*Requirement*:
Only these lines of the data below are wanted: the one with "const f = join(dir, 'galley.json');", the one with "All at once", and any lines between them, each repeated exactly.

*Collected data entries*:
☆ ☆ ☆ ☆
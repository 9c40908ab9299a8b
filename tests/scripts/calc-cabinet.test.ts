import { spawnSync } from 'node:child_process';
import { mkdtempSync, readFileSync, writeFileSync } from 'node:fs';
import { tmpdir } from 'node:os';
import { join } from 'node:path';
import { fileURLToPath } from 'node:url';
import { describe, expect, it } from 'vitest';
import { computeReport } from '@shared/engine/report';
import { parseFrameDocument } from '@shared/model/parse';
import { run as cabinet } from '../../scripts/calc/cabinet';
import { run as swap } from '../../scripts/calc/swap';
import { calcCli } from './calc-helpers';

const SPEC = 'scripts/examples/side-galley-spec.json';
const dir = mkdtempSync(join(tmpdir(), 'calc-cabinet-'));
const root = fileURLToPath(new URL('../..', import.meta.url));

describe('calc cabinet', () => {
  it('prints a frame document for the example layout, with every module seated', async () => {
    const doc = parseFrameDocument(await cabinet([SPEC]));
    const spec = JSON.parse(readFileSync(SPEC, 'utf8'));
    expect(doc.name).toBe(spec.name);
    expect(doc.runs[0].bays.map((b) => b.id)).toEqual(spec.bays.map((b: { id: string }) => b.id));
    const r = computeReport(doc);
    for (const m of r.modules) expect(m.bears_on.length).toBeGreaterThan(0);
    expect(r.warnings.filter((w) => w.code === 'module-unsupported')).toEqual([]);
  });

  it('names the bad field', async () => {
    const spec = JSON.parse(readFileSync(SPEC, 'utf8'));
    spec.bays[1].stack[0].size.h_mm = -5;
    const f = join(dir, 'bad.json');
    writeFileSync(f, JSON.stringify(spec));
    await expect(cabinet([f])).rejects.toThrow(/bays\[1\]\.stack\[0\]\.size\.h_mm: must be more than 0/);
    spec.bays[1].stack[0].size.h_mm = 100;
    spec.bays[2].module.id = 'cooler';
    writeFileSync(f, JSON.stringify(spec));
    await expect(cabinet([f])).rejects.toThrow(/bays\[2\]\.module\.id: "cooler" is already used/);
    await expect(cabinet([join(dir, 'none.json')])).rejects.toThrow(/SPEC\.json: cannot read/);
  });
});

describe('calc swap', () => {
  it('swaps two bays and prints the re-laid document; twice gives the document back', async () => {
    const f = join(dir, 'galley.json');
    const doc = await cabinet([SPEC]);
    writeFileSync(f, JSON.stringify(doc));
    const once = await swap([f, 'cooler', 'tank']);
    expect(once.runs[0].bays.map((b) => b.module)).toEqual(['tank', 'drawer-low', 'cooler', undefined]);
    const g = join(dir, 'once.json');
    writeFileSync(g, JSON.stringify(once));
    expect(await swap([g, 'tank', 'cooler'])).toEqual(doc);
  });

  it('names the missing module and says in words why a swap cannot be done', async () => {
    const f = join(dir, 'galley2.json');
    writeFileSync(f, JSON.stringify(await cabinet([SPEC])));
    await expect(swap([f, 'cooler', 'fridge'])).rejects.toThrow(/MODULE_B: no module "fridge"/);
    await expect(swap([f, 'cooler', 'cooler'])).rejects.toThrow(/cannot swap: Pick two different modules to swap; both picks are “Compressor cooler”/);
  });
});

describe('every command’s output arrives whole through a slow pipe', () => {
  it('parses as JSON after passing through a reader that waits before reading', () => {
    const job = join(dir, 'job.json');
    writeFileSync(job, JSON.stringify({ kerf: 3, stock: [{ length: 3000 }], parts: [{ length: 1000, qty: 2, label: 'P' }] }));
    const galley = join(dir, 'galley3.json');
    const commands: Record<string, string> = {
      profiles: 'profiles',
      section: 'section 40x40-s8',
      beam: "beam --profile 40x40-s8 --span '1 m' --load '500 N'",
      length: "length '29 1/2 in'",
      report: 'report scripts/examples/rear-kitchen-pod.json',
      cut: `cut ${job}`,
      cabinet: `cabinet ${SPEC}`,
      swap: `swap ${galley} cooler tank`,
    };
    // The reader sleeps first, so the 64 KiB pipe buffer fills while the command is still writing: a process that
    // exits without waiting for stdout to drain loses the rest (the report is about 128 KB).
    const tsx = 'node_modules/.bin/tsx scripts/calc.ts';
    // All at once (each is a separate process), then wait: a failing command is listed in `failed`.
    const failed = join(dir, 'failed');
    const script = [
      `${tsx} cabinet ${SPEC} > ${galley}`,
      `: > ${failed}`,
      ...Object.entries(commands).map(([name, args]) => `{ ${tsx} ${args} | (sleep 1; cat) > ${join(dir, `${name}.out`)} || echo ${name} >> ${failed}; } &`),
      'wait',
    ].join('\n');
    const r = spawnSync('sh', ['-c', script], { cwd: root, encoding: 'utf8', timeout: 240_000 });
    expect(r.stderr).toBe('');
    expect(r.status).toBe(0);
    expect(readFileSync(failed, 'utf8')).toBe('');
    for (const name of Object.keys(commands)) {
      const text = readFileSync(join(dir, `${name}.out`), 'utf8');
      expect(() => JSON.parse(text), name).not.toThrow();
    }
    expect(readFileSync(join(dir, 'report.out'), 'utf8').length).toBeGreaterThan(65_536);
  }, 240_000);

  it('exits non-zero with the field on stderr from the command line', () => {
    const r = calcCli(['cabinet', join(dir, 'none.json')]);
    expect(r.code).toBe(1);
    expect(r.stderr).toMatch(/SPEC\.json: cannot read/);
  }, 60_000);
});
☆ ☆ ☆ ☆
*Exercise output*:
    const f = join(dir, 'galley.json');
    const doc = await cabinet([SPEC]);
    writeFileSync(f, JSON.stringify(doc));
    const once = await swap([f, 'cooler', 'tank']);
    expect(once.runs[0].bays.map((b) => b.module)).toEqual(['tank', 'drawer-low', 'cooler', undefined]);
    const g = join(dir, 'once.json');
    writeFileSync(g, JSON.stringify(once));
    expect(await swap([g, 'tank', 'cooler'])).toEqual(doc);
  });

  it('names the missing module and says in words why a swap cannot be done', async () => {
    const f = join(dir, 'galley2.json');
    writeFileSync(f, JSON.stringify(await cabinet([SPEC])));
    await expect(swap([f, 'cooler', 'fridge'])).rejects.toThrow(/MODULE_B: no module "fridge"/);
    await expect(swap([f, 'cooler', 'cooler'])).rejects.toThrow(/cannot swap: Pick two different modules to swap; both picks are “Compressor cooler”/);
  });
});

describe('every command’s output arrives whole through a slow pipe', () => {
  it('parses as JSON after passing through a reader that waits before reading', () => {
    const job = join(dir, 'job.json');
    writeFileSync(job, JSON.stringify({ kerf: 3, stock: [{ length: 3000 }], parts: [{ length: 1000, qty: 2, label: 'P' }] }));
    const galley = join(dir, 'galley3.json');
    const commands: Record<string, string> = {
      profiles: 'profiles',
      section: 'section 40x40-s8',
      beam: "beam --profile 40x40-s8 --span '1 m' --load '500 N'",
      length: "length '29 1/2 in'",
      report: 'report scripts/examples/rear-kitchen-pod.json',
      cut: `cut ${job}`,
      cabinet: `cabinet ${SPEC}`,
      swap: `swap ${galley} cooler tank`,
    };
    // The reader sleeps first, so the 64 KiB pipe buffer fills while the command is still writing: a process that
    // exits without waiting for stdout to drain loses the rest (the report is about 128 KB).
    const tsx = 'node_modules/.bin/tsx scripts/calc.ts';
    // All at once (each is a separate process), then wait: a failing command is listed in `failed`.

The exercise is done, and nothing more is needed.